What is expected:
Which lines in the material below contain the word "April"? Copy each of them.

- - - -

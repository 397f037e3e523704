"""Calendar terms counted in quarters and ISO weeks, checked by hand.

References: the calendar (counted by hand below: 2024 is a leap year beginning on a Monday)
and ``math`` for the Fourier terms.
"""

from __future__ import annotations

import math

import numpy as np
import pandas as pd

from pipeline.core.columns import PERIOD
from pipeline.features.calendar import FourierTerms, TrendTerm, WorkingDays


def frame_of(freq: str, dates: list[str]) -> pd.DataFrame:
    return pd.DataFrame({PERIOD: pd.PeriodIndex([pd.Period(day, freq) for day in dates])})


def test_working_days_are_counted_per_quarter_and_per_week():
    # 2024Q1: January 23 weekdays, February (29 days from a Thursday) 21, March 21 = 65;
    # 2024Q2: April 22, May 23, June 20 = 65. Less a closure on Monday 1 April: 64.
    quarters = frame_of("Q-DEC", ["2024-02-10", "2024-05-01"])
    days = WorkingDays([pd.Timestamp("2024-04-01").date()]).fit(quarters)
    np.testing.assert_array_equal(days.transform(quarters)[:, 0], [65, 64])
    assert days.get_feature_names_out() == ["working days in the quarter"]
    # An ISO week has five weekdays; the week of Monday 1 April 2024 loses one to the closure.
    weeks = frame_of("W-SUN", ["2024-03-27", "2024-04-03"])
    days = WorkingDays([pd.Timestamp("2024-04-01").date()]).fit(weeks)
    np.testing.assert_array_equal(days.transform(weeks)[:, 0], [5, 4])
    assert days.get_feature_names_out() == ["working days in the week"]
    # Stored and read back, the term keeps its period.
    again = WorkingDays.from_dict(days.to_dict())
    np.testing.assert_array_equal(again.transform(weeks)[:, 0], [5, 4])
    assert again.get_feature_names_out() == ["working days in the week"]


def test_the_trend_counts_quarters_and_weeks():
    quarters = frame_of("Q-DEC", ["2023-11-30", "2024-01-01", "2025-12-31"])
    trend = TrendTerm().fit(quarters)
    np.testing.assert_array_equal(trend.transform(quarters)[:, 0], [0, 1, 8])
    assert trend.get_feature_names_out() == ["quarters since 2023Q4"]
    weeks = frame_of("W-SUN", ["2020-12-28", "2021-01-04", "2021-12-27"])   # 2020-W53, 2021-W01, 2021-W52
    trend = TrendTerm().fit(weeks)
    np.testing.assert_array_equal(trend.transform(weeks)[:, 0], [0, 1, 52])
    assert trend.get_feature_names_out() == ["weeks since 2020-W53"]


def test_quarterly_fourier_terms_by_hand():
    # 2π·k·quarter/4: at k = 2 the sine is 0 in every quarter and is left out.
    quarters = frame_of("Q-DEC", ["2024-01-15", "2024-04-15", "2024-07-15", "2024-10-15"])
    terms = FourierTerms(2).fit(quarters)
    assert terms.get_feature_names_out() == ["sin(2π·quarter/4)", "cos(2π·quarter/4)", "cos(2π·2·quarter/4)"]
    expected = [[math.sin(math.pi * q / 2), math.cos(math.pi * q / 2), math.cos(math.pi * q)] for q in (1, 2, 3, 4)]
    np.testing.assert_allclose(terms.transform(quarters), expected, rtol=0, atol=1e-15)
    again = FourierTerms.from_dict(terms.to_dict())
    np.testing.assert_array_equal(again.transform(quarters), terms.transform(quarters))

- - - -

Written response:
    # 2024Q2: April 22, May 23, June 20 = 65. Less a closure on Monday 1 April: 64.
    # An ISO week has five weekdays; the week of Monday 1 April 2024 loses one to the closure.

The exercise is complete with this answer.